Serving as a leading voice in economic and community development, Kenan-Flagler Alumnus (MBA/MRP ‘03) Tucker Bartlett continues to give back to the community through his role of Executive Vice President at Self-Help Ventures Fund.
Prior to becoming Executive Vice President in 2010, Bartlett worked at Self-Help – a non-profit organization that promotes economic opportunity for everyone – as the Director of Commercial Real Estate Development and Lending from 2003 to 2006, where he coordinated the development and asset management of commercial real estate portfolios.

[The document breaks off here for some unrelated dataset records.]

std::string calibration_folder(const std::string& store, const std::string& name) {
  return (fs::path(store) / name).string();
}

std::string calibration_file(const std::string& store, const std::string& reference) {
  const auto [name, which] = split_reference(reference);
  const std::string folder = calibration_folder(store, name);
  std::optional<int> version;
  if (which == "latest") {
    version = latest_link_version(folder);
  } else {
    version = version_number(which);  // as load_calibration reads it
  }
  if (!version) return "";
  return (fs::path(folder) / version_folder(*version) / "calibration.json").string();
}

StageFiles declared_files(const PublishOptions& o) {
  StageFiles f;
  f.add_input(o.fit_path);
  f.add_input(o.residuals_path);
  f.add_input(o.config_path);
  f.adds_to = calibration_folder(o.store, o.name);
  return f;
}

Calibration load_calibration(const std::string& store, const std::string& reference) {
  const auto [name, which] = split_reference(reference);
  fs::path folder = fs::path(store) / name;
  int version = 0;
  if (which == "latest") {
    auto v = latest_link_version(folder.string());
    if (!v)
      throw InputError({folder.string(), {}, {}}, "unknown_calibration",
                       "no published version (no 'latest' link)");
    version = *v;
  } else {
    const std::optional<int> n = version_number(which);
    if (!n)
      throw InputError({reference, {}, {}}, "unknown_calibration",
                       "give name@latest or name@N (N a version number, 1 or more)");
    version = *n;
  }
  fs::path file = folder / version_folder(version) / "calibration.json";
  if (!fs::exists(file))
    throw InputError({file.string(), {}, {}}, "unknown_calibration",
                     fmt::format("{} has no version {}", name, version));
  Calibration cal{read_json(file.string())};
  require_calibration_schema(cal.document, file.string());
  check_calibration_document(cal.document, file.string());
  return cal;
}

PublishOutcome publish_calibration(const PublishOptions& o) {
  throw_if_invalid(o.check(), "");
  nlohmann::json fit = read_json(o.fit_path);
  if (!(fit.is_object() && fit.contains(fit_key::kSchema) &&
        fit.at(fit_key::kSchema) == kFitSchemaName))
    throw InputError({o.fit_path, {}, fit_key::kSchema}, "not_a_fit_result",
                     "not a rungcal-fit result");
  check_fit_document(fit, o.fit_path);
  const std::string config_text = o.config_path.empty() ? "" : read_all(o.config_path);
  if (!o.residuals_path.empty() && !fs::exists(o.residuals_path))
    throw InputError({o.residuals_path, {}, {}}, "unreadable_file", "no such residuals file");

  fs::path folder = fs::path(o.store) / o.name;
  ensure_parent_folder((folder / ".lock").string());
  FileLock lock((folder / ".lock").string(), o.lock_wait_seconds, "another publisher");
  fault_point("publish_locked");
  complete_interrupted_publish(folder);
  // Leftovers of a publisher that died mid-way: never a version, safe to remove.
  for (const auto& e : fs::directory_iterator(folder)) {
    std::string n = e.path().filename().string();
    if (n.rfind(".v", 0) == 0 || n.rfind(".latest", 0) == 0) fs::remove_all(e.path());
  }

  PublishOutcome out;
  const std::string content = calibration_content_sha256(fit, config_text);
  std::optional<int> latest = latest_link_version(folder.string());
  std::optional<Calibration> previous;
  if (latest) {
    previous = load_calibration(o.store, fmt::format("{}@{}", o.name, *latest));
    out.version = *latest;
    out.folder = (folder / version_folder(*latest)).string();
    if (previous->content_sha256() == content) return out;
    const std::vector<WithdrawnVersion> withdrawn = record_withdrawals(folder, *latest);
    out.withdrawn_match = withdrawn_with_content(folder, withdrawn, content);
    if (out.withdrawn_match > 0 && !o.republish_withdrawn) {
      spdlog::warn(
          "{}: this content is withdrawn version {}'s; not published again, and "
          "'latest' stays at version {} (ask for it with republish_withdrawn)",
          folder.string(), out.withdrawn_match, *latest);
      return out;
    }
  }
  std::vector<int> versions = calibration_versions(o.store, o.name);
  const int version = versions.empty() ? 1 : versions.back() + 1;

  CalibrationRecord record{o.name,      version, utc_now_iso8601(), content,
                           config_text, fit,     std::nullopt};
  if (previous) {
    out.shifts = shifts_between(fit, previous->fit());
    record.previous = PreviousVersionRecord{
        previous->version(), previous->document.value(calibration_key::kContentSha256, ""),
        out.shifts};
  }
  Calibration cal{to_json(record)};

  // Build the version under a temporary name, then rename it into place: a crash leaves
  // either no new version or a whole one.
  fs::path tmp = folder / fmt::format(".{}.tmp-{}", version_folder(version), ::getpid());
  fs::create_directories(tmp);
  write_file_atomically((tmp / "calibration.json").string(), cal.document.dump(2) + "\n");
  fault_point("publish_json_written");
  write_calibration_fits(cal, (tmp / "calibration.fits").string());
  if (!o.residuals_path.empty())
    copy_file_synced(o.residuals_path, (tmp / "fit_residuals.fits").string());
  if (!o.config_path.empty()) write_file_atomically((tmp / "config.toml").string(), config_text);
  fsync_path(tmp.string());
  fault_point("publish_version_built");
  fs::path final = folder / version_folder(version);
  // Marks the window between the version's rename and the link's: a publisher killed in it
  // left a whole version that 'latest' does not name yet, which the next one completes.
  write_file_atomically((folder / kPendingMarker).string(), version_folder(version));
  if (::rename(tmp.c_str(), final.c_str()) != 0)
    throw WriteError({final.string(), {}, {}}, "cannot move the new version into place");
  fsync_path(folder.string());
  fault_point("publish_version_renamed");
  point_latest_at(folder, version);
  fs::remove(folder / kPendingMarker);
  fsync_path(folder.string());
  fault_point("publish_done");
  out.created = true;
  out.version = version;
  out.folder = final.string();
  return out;
}

}  // namespace rungcal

Amidst the recession, Bartlett left Self-Help to join Scientific Properties in 2006, a small up-and-coming commercial real estate firm based in Durham, NC. Serving as the Development Manager from 2006 to 2008, Bartlett soon got promoted as the Chief Operating Officer where he oversaw major development projects and grew company revenue from $1 million in 2007 to nearly $4 million in 2010.

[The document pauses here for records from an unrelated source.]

class Likelihood:
    """-ln L and its gradient in internal coordinates over the free parameters, for stars
    `rows` with weights `w`; `fixed` holds every parameter's external value (the fixed ones'
    are used), `centre` the priors' centres; `free`: the parameters solved for."""

    def __init__(self, rows, w, fixed, centre, free=FREE):
        self.x, self.m, self.vphot, self.coef = X[rows], M0[rows], VPHOT[rows], COEF[rows]
        self.plx, self.vp, self.vebv, self.z, self.s2 = PLX[rows], VP[rows], VEBV[rows], FEH[rows], VFEH[rows]
        self.w, self.fixed, self.centre, self.free = w, np.array(fixed, dtype=float), centre, free
        self.caches = [np.full(len(rows), np.nan) for _ in range(3)]
        self.evaluations = 0

    def full(self, xi):
        x = COORD.to_internal(self.fixed)
        x[self.free] = xi
        return x

    def __call__(self, xi):
        self.evaluations += 1
        t = COORD.to_external(self.full(xi))
        alpha, beta, gamma, sig = t[IA], t[IBETA], t[IG], t[IS]
        rho, off, f, fb, bs = t[IR], t[IO], t[IF], t[IFB], t[IBS]
        shift, wide, factor = t[ISH], t[IW] ** 2, t[IPF]
        mu_z, tau2 = t[IZ], t[IT] ** 2
        eta = np.concatenate(([0.0], t[IE]))
        logw = log_weights(eta)
        c0 = C0 - (alpha.mean() - ALPHA_REF)
        w, K = self.w, R
        # [Fe/H]: the latent value's mean and variance given the measurement, shared by the relations.
        den = tau2 + self.s2
        dz = self.z - mu_z
        zbar = (tau2 * self.z + self.s2 * mu_z) / den
        wz = tau2 * self.s2 / den
        log_nz = -0.5 * (dz * dz / den + LOG2PI + np.log(den))
        r = self.m - (alpha + beta * self.x + gamma * zbar[:, None])
        offdiag = rho * np.outer(sig, sig)
        np.fill_diagonal(offdiag, 0.0)
        S = (self.coef[:, :, None] * self.coef[:, None, :] * self.vebv[:, None, None]
             + np.outer(gamma, gamma) * wz[:, None, None] + offdiag)
        S[:, np.arange(K), np.arange(K)] += self.vphot + sig ** 2
        try:
            chol = np.linalg.cholesky(S)
        except np.linalg.LinAlgError:  # rho below -1/(K-1): outside the model, the solver steps back
            return np.inf, np.full(len(self.free), np.nan)
        log_det = 2.0 * np.log(np.diagonal(chol, axis1=1, axis2=2)).sum(1)
        P = np.linalg.inv(S)
        p = P.sum(2)
        a = p.sum(1)
        s = np.einsum("nkl,nl->nk", P, r)
        m_eff = s.sum(1) / a
        u = s - m_eff[:, None] * p
        colour = -0.5 * ((K - 1) * LOG2PI + log_det + np.log(a) + (u * (r - m_eff[:, None])).sum(1))
        v = 1.0 / a
        # The coloured blend: brightening relation k by kap_k (b0 + b) moves r to r + (b0 + b) kap,
        # so m_eff by kap_eff (b0 + b), and the colour term by -(b0 + b) t - (b0 + b)^2 D / 2
        # (expanding (r - m_eff 1)^T P (r - m_eff 1); 1^T u = 0), with h = P kap - kap_eff p,
        # kap_eff = p^T kap / a, D = kap^T h >= 0 and t = kap^T u. The mu integral is the
        # coloured density's at m_eff - mu + kap_eff b0 with tilt t + b0 D.
        kap = np.concatenate(([1.0], t[IK]))
        kap_eff = (p @ kap) / a
        hk = P @ kap - kap_eff[:, None] * p
        D = np.maximum(hk @ kap, 0.0)
        tilt = u @ kap
        cm, co, cb = self.caches
        A = component(m_eff, v, bs, gaussian, MEMBER_RULE, 1.0, self.plx, self.vp, 0.0, off, c0, H, logw, cm)
        # Under the rising and quartic laws a parallax star's outlier has the member's magnitude term.
        shape = 0.0 if POWER else 1.0
        O = component(m_eff, v + shape * wide, bs, gaussian, MEMBER_RULE, 1.0, self.plx, factor ** 2 * self.vp,
                      shape * shift, off, c0, H, logw, co, power=POWER)
        Bl = component(m_eff + kap_eff * BLEND_MIN, v, bs, coloured_rising_blend, BLEND_RULE, 1.3, self.plx,
                       self.vp, 0.0, off, c0, H, logw, cb, (kap_eff, D, tilt + BLEND_MIN * D))
        blend_log_l = Bl[0] - BLEND_MIN * tilt - 0.5 * BLEND_MIN ** 2 * D
        li, qa, qo, qb, d_f, d_fb = mixture(f, fb, A[0], O[0], blend_log_l)
        mix = lambda k: qa * A[k] + qo * O[k] + qb * Bl[k]
        f_m, f_v, d_off, d_grid = mix(1), mix(2), mix(4), mix(5)
        d_eta = qa[:, None] * A[6] + qo[:, None] * O[6] + qb[:, None] * Bl[6]
        # d ln L_i / dr and / dS (S symmetric; G is the symmetric gradient).
        gr = (f_m / a)[:, None] * p - u
        pu = p[:, :, None] * u[:, None, :]
        G = (-(f_m / (2.0 * a))[:, None, None] * (pu + pu.transpose(0, 2, 1))
             + (f_v / a ** 2 + 0.5 / a)[:, None, None] * p[:, :, None] * p[:, None, :]
             - 0.5 * P + 0.5 * u[:, :, None] * u[:, None, :])
        # The coloured blend's own terms, through kap_eff (shift and tilt), D and t:
        # d kap_eff = -p^T dS h / a + p^T dkap / a, dD = -h^T dS h + 2 h^T dkap,
        # dt = h^T dr - h^T dS u + u^T dkap (dP = -P dS P).
        d_kap = Bl[7] + BLEND_MIN * Bl[1]
        d_curv = Bl[8] + BLEND_MIN * Bl[9] - 0.5 * BLEND_MIN ** 2
        d_tilt = Bl[9] - BLEND_MIN
        gr += (qb * d_tilt)[:, None] * hk
        ph = p[:, :, None] * hk[:, None, :]
        hu = hk[:, :, None] * u[:, None, :]
        G -= ((qb * d_kap / (2.0 * a))[:, None, None] * (ph + ph.transpose(0, 2, 1))
              + (qb * d_curv)[:, None, None] * hk[:, :, None] * hk[:, None, :]
              + (0.5 * qb * d_tilt)[:, None, None] * (hu + hu.transpose(0, 2, 1)))
        Gg = np.einsum("nkl,l->nk", G, gamma)
        Gs = np.einsum("nkl,l->nk", G, sig)
        Gdiag = np.diagonal(G, axis1=1, axis2=2)
        g = np.zeros(len(t))
        g[IA] = w @ (-gr) + (w @ d_grid) / K
        g[IBETA] = w @ (-gr * self.x)
        g[IG] = w @ (-gr * zbar[:, None] + 2.0 * Gg * wz[:, None])
        g[IS] = w @ (2.0 * sig * Gdiag + 2.0 * rho * (Gs - Gdiag * sig))
        g[IR] = w @ (np.einsum("nkl,k,l->n", G, sig, sig) - Gdiag @ (sig * sig))
        g[IO] = w @ d_off
        g[IF] = w @ d_f
        g[IFB] = w @ d_fb
        g[IK] = (w @ (qb[:, None] * (d_kap[:, None] * p / a[:, None] + 2.0 * d_curv[:, None] * hk
                                     + d_tilt[:, None] * u)))[1:]
        g[IBS] = w @ (qb * Bl[3])
        g[ISH] = shape * (w @ (qo * O[1]))
        g[IW] = shape * (w @ (qo * O[2])) * 2.0 * t[IW]
        g[IPF] = w @ (qo * O[-1] * 2.0 * factor * self.vp)  # the outlier's variance F^2 vp
        g[IE] = w @ d_eta
        d_zbar = -(gr * gamma).sum(1)
        d_wz = Gg @ gamma
        g[IZ] = w @ (dz / den + d_zbar * self.s2 / den)
        g[IT] = (w @ (0.5 * (dz * dz - den) / den ** 2 + d_zbar * self.s2 * dz / den ** 2
                      + d_wz * self.s2 ** 2 / den ** 2)) * 2.0 * t[IT]
        g = -g
        value = -(w @ (li + colour + log_nz)) + hyperprior_terms(t, eta, IE, WALK, PRIOR, self.centre, WIDTH, g)
        return value, (g * COORD.slope(t))[self.free]


def fit(lik, start, gtol):
    res = bfgs(lik, COORD.to_internal(start)[lik.free], gtol)
    return COORD.to_external(lik.full(res.x)), res


everyone = lambda fixed=theta_r: Likelihood(np.arange(N), np.ones(N), fixed, CENTRE)

# The likelihood itself, at rungcal's optimum (a fresh evaluation on both sides).
value, grad = everyone()(COORD.to_internal(theta_r)[FREE])
t0 = time.perf_counter()
for _ in range(5):
    everyone()(COORD.to_internal(theta_r)[FREE])
numpy_eval_ms = (time.perf_counter() - t0) / 5 * 1e3
nll_r = get("neg_log_likelihood")
print(f"stars {N}, relations {', '.join(relations)}, hierarchical joint likelihood, smooth histogram ({NB} bins of "
      f"{H} mag), outlier ({LAW} parallax law) and coloured rising-blend mixture (blend ratios free), sigma_int per relation, rho free, "
      f"E(B-V) and [Fe/H] errors")
print(f"-ln L at rungcal's optimum: rungcal {nll_r:.10f}, numpy {value:.10f} (difference {value - nll_r:.2e})")
print(f"gradient there (free parameters, solver coordinates): max |rungcal - numpy| = "
      f"{np.max(np.abs(grad - grad_r[FREE])):.2e} (max |g| rungcal {np.max(np.abs(grad_r[FREE])):.2e})")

With his position at Scientific Properties, Bartlett had the opportunity to work in his hometown. However, he soon chose to leave and return to Self-Help in 2010 to continue to mold the organization.
“I always thought I’d come back to Self-Help eventually,” Bartlett said. “Working at the business level I think … helped me relate to the small businesses during the recession.”
Bartlett credited his success within both companies to the risks he took as a graduate student when he chose to pursue work in small organizations as opposed to playing it safe in larger companies.
“What’s better about the small companies is the amount of things you’ll get exposed to. When I came out of grad school to work at Self-Help, I was doing types of [things] that my peers probably didn’t get for 10 years,” Bartlett said. “I might have had less support instead of some who went to a big company, but I got a lot more opportunity.”
Through his experiences, Bartlett developed intangible skills, learning to speak and “move between different types of people,” soon becoming what he identifies as a “bridge builder.”
“Someone who can relate to lower income people; rural and urban areas; red and blue states; speak multiple languages, not foreign, but the language of business and policy,” Bartlett said. “Basic skills are always important, but I think bridge builders [is] really what I hope to have been and what we still need in the future.”